Acid rain 2
Acid Rain
Acid Rain is rain water that contains chemicals from industrial processes that are harmful to plant and animal life. Acid rain is a serious environmental problem that affects large parts of the United States and Canada. Acid rain is particularly damaging to lakes, streams and forests, and the plants and animals that live in these ecosystems. There are several ways to reduce acid rain – more properly called acid deposition – ranging from societal changes to individual action. It is critical that acid deposition be reduced, not only in the United States and Canada, but also throughout the world to preserve the integrity of natural habitats, as well as to reduce damage to man-made structures.
Acid rain forms when certain atmospheric gases (primarily carbon dioxide, sulfur dioxide, and nitrogen oxides) come in contact with water in the atmosphere or on the ground and are chemically converted to acidic substances. Oxidants play a major role in several of these acid-forming processes. Carbon dioxide dissolved in rain is converted to a weak acid (carbonic acid). Other gases, primarily oxides of sulfur and nitrogen, are converted to strong acids (sulfuric and nitric acids).
Although rain is naturally slightly acidic because of carbon dioxide, natural emissions of sulfur and nitrogen oxides, and certain organic acids, human activities can make it much more acidic. Occasional pH readings of well below 2.4 (the acidity of vinegar) have been reported in industrialized areas.

The principal natural phenomena that contribute acid-producing gases to the atmosphere are emissions from volcanoes and from biological processes that occur on the land, in wetlands, and in the oceans.
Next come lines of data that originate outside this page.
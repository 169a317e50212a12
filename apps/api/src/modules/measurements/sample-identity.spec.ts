import request from 'supertest';
import { seedLabDemo } from '../../../../../docker-free-scripts/seed/lab-demo';
import { demoFiles } from '../../../../../docker-free-scripts/seed/lab-demo-files';
import { useTestApp } from '../../testing';

// Seeding the demo libraries in beforeAll takes seconds on a busy two-core machine.
jest.setTimeout(60_000);

const t = useTestApp();
let bench: { instrumentId: string; cellId: string };

beforeAll(async () => {
  await t.db.transaction((m) => seedLabDemo(m));
  const res = await request(t.app).get('/api/lab/bench').set(await t.authFor('analyst'));
  bench = { instrumentId: res.body.instruments[0].id, cellId: res.body.cells[0].id };
});

const filesOf = (code: string) => demoFiles().filter((f) => f.sampleCode === code);
type Fields = { temperatureC?: string; confirmations?: unknown };

function upload(code: string, auth: Record<string, string>, files: { fileName: string; text: string }[], fields: Fields = {}) {
  let req = request(t.app).post(`/api/lab/samples/${code}/measurements`).set(auth).field('instrumentId', bench.instrumentId).field('cellId', bench.cellId);
  if (fields.temperatureC !== undefined) req = req.field('temperatureC', fields.temperatureC);
  if (fields.confirmations !== undefined) req = req.field('confirmations', typeof fields.confirmations === 'string' ? fields.confirmations : JSON.stringify(fields.confirmations));
  for (const f of files) req = req.attach('files', Buffer.from(f.text), f.fileName);
  return req;
}

const replicateCount = async (code: string): Promise<number> =>
  (await t.db.query(`SELECT count(*)::int AS n FROM replicate r JOIN sample s ON s.id = r.sample_id WHERE s.code = $1`, [code]))[0].n;

/** A file of the demo shape with the given metadata lines and no sample code anywhere. */
function plainExport(fileName: string, metadata: string[]): { fileName: string; text: string } {
  const body = filesOf('OP-7K3M-Q9')[0].text.split('\n').filter((l) => !l.startsWith('#'));
  return { fileName, text: [...metadata, ...body].join('\n') };
}

describe('a file that names another sample', () => {
  it('is refused with 409 naming the file, the code and the line; nothing is saved', async () => {
    const [milk] = filesOf('OP-8MJA-4T');
    const res = await upload('OP-6TBS-3H', await t.authFor('analyst'), [milk]);
    expect(res.status).toBe(409);
    expect(res.body).toMatchObject({ type: 'urn:ohmprint:problem:other-sample', problem: 'other-sample', fileName: milk.fileName, namedCode: 'OP-8MJA-4T', line: 3 });
    expect(res.body.detail).toContain(`${milk.fileName}: names sample OP-8MJA-4T in line 3`);
    expect(res.body.errors).toEqual([{ field: `files[${milk.fileName}]`, message: expect.stringContaining('not OP-6TBS-3H') }]);
    expect(await replicateCount('OP-6TBS-3H')).toBe(0);
  });

  it('does not stop the good files of the same upload', async () => {
    const [apple] = filesOf('OP-6TBS-3H');
    const [milk] = filesOf('OP-8MJA-4T');
    const res = await upload('OP-6TBS-3H', await t.authFor('analyst'), [apple, milk]);
    expect(res.status).toBe(201);
    expect(res.body.saved.map((r: { fileName: string }) => r.fileName)).toEqual([apple.fileName]);
    expect(res.body.saved[0]).toMatchObject({
      temperatureC: 20.5,
      temperatureSource: 'file',
      declared: { identity: 'matches', fileNameCodes: ['OP-6TBS-3H'], sample: { codes: ['OP-6TBS-3H'], line: 3 }, instrument: { text: 'Bench analyser 1 (demo) (Invented IA-200)', line: 2 } },
    });
    expect(res.body.rejected).toEqual([
      { fileName: milk.fileName, line: 3, column: null, problem: 'other-sample', namedCode: 'OP-8MJA-4T', fileTemperatureC: 19, message: expect.stringContaining('names sample OP-8MJA-4T') },
    ]);
  });

  it('is kept when the analyst confirms with a reason, and the confirmation is audited', async () => {
    const [, milk2] = filesOf('OP-8MJA-4T');
    const analyst = await t.authFor('analyst');
    const reason = 'Bench PC mislabelled the export; cup 6TBS-3H was on the cell';
    const tooShort = await upload('OP-6TBS-3H', analyst, [milk2], { confirmations: [{ fileName: milk2.fileName, about: 'sample-code', reason: 'ok' }] });
    expect(tooShort.status).toBe(400);
    expect(tooShort.body.errors[0].field).toMatch(/^confirmations/);
    const notJson = await upload('OP-6TBS-3H', analyst, [milk2], { confirmations: '{"fileName":' });
    expect(notJson.status).toBe(400);

    const res = await upload('OP-6TBS-3H', analyst, [milk2], { confirmations: [{ fileName: milk2.fileName, about: 'sample-code', reason }] });
    expect(res.status).toBe(201);
    expect(res.body.saved[0].declared).toMatchObject({ identity: 'other-sample-confirmed', otherCodes: ['OP-8MJA-4T'], identityReason: reason });
    const [audit] = await t.db.query(`SELECT actor_user_id, details FROM audit_event WHERE action = 'measurement.other-sample-confirmed'`);
    expect(audit.actor_user_id).not.toBeNull();
    expect(audit.details).toMatchObject({ code: 'OP-6TBS-3H', fileName: milk2.fileName, reason, namedCodes: ['OP-8MJA-4T'], replicateId: res.body.saved[0].id });
  });

  it('is accepted when it names no code at all', async () => {
    const res = await upload('OP-7K3M-Q9', await t.authFor('analyst'), [plainExport('sweep-0001.csv', ['# Sample name: red wine, bottle 2', '# Temperature: 22.5 °C'])]);
    expect(res.status).toBe(201);
    expect(res.body.saved[0].declared).toMatchObject({ identity: 'no-code', otherCodes: [], sample: { text: 'red wine, bottle 2', codes: [] } });
  });

  it('is refused when only its file name names another sample', async () => {
    const res = await upload('OP-7K3M-Q9', await t.authFor('analyst'), [plainExport('OP-9RWD-6F_rep1.csv', ['# Temperature: 22.5 C'])]);
    expect(res.status).toBe(409);
    expect(res.body).toMatchObject({ fileName: 'OP-9RWD-6F_rep1.csv', namedCode: 'OP-9RWD-6F', line: null });
    expect(res.body.detail).toContain('in its file name');
  });
});

describe('the measurement temperature', () => {
  it('comes from the file; a typed value within the method limit is ignored', async () => {
    const res = await upload('OP-4HXT-2B', await t.authFor('analyst'), filesOf('OP-4HXT-2B').slice(0, 1), { temperatureC: '18.3' });
    expect(res.status).toBe(201);
    // The file's third line says "Temperature: 18 C"; the method allows 0.5 °C by default.
    expect(res.body.saved[0]).toMatchObject({ temperatureC: 18, temperatureSource: 'file', declared: { temperature: { value: 18, unit: 'degC', line: 3 } } });
  });

  it('refuses a typed value further from the file than the limit, naming the file, unless a reason is given (audited)', async () => {
    const analyst = await t.authFor('analyst');
    const [, rep2] = filesOf('OP-4HXT-2B');
    const res = await upload('OP-4HXT-2B', analyst, [rep2], { temperatureC: '20' });
    expect(res.status).toBe(400);
    expect(res.body).toMatchObject({ type: 'urn:ohmprint:problem:measurement-temperature', problem: 'temperature-mismatch', fileName: rep2.fileName, line: 3, fileTemperatureC: 18 });
    expect(res.body.errors[0]).toEqual({ field: `files[${rep2.fileName}]`, message: expect.stringContaining('line 3 states 18 °C, but 20 °C was entered') });

    const reason = 'Probe of the analyser reads 2 °C low; calibrated thermometer in the cup read 20.0 °C';
    const kept = await upload('OP-4HXT-2B', analyst, [rep2], { temperatureC: '20', confirmations: [{ fileName: rep2.fileName, about: 'temperature', reason }] });
    expect(kept.status).toBe(201);
    expect(kept.body.saved[0]).toMatchObject({ temperatureC: 20, temperatureSource: 'entered-over-file', declared: { temperatureReason: reason } });
    const [audit] = await t.db.query(`SELECT details FROM audit_event WHERE action = 'measurement.temperature-confirmed'`);
    expect(audit.details).toMatchObject({ fileName: rep2.fileName, fileTemperatureC: 18, enteredTemperatureC: 20, reason });
  });

  it('is the typed one for a file that states none, and is required then', async () => {
    const analyst = await t.authFor('analyst');
    const silent = plainExport('no-temperature.csv', ['# Sample: OP-7K3M-Q9']);
    const missing = await upload('OP-7K3M-Q9', analyst, [silent]);
    expect(missing.status).toBe(400);
    expect(missing.body).toMatchObject({ problem: 'temperature-missing', fileName: 'no-temperature.csv' });
    const res = await upload('OP-7K3M-Q9', analyst, [silent], { temperatureC: '22.4' });
    expect(res.status).toBe(201);
    expect(res.body.saved[0]).toMatchObject({ temperatureC: 22.4, temperatureSource: 'entered' });
  });

  it('reads kelvin and refuses a temperature no liquid on the bench has', async () => {
    const analyst = await t.authFor('analyst');
    const kelvin = await upload('OP-7K3M-Q9', analyst, [plainExport('k.csv', ['# Temperature [K]: 295.65'])]);
    expect(kelvin.status).toBe(201);
    expect(kelvin.body.saved[0].temperatureC).toBeCloseTo(22.5, 9); // 295.65 K − 273.15 (SI definition)
    const hot = await upload('OP-7K3M-Q9', analyst, [plainExport('hot.csv', ['# Temperature: 295.65 °C'])]);
    expect(hot.status).toBe(400);
    expect(hot.body).toMatchObject({ problem: 'temperature-out-of-range', fileName: 'hot.csv', line: 1 });
  });
});

describe('who may confirm', () => {
  it('lets a bench computer confirm with a reason too, recorded against its key', async () => {
    const issued = await request(t.app).post('/api/lab/instrument-keys').set(await t.authFor('lab-admin')).send({ name: 'Bench PC 2' });
    const key = { Authorization: `Bearer ${issued.body.secret}` };
    const file = plainExport('OP-9RWD-6F_cup.csv', ['# Temperature: 22.5 C']);
    const res = await upload('OP-7K3M-Q9', key, [file], { confirmations: [{ fileName: file.fileName, about: 'sample-code', reason: 'Cup labels swapped at the bench; checked by weight' }] });
    expect(res.status).toBe(201);
    const [audit] = await t.db.query(`SELECT actor_user_id, details FROM audit_event WHERE action = 'measurement.other-sample-confirmed' AND details->>'fileName' = $1`, [file.fileName]);
    expect(audit).toMatchObject({ actor_user_id: null, details: { instrumentKeyId: issued.body.key.id } });
  });

  it('refuses confirmations from a reviewer and from another lab', async () => {
    const [milk] = filesOf('OP-8MJA-4T');
    const confirmations = [{ fileName: milk.fileName, about: 'sample-code', reason: 'I am sure this is right' }];
    expect((await upload('OP-6TBS-3H', await t.authFor('reviewer'), [milk], { confirmations })).status).toBe(403);
    expect((await upload('OP-6TBS-3H', await t.authFor('analyst', 'marlow'), [milk], { confirmations })).status).toBe(404);
    expect((await upload('OP-6TBS-3H', {}, [milk], { confirmations })).status).toBe(401);
  });
});

describe('the measurements list', () => {
  it('shows each replicate’s file name and what was read from it', async () => {
    const [sample] = await t.db.query(`SELECT id FROM sample WHERE code = 'OP-6TBS-3H'`);
    const res = await request(t.app).get(`/api/lab/samples/${sample.id}/measurements`).set(await t.authFor('reviewer'));
    expect(res.status).toBe(200);
    expect(res.body.replicates.map((r: { fileName: string; declared: { identity: string } }) => [r.fileName, r.declared.identity])).toEqual([
      ['OP-6TBS-3H_cloudy-apple_rep1.csv', 'matches'],
      ['OP-8MJA-4T_whole-milk_rep2.csv', 'other-sample-confirmed'],
    ]);
  });
});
The effects of acidic deposits have been detected in glacial ice thousands of years old in remote parts of the globe. Principal human sources are industrial and power-generating plants and transportation vehicles. The gases may be carried hundreds of miles in the atmosphere before they are converted to acids and deposited.
Since the industrial revolution, emissions of sulfur and nitrogen oxides to the atmosphere have increased. Industrial and energy-generating facilities that burn fossil fuels, primarily coal, are the principal sources of increased sulfur oxides. These sources, plus the transportation sector, are the major originators of increased nitrogen oxides.
The problem of acid rain not only has increased with population and industrial growth, it has become more widespread. The use of tall smokestacks to reduce local pollution has contributed to the spread of acid rain by releasing gases into regional atmospheric circulation. The same remote glaciers that provide evidence of natural variability in acidic deposition show, in their more recently formed layers, the increased deposition caused by human activity during the past half century.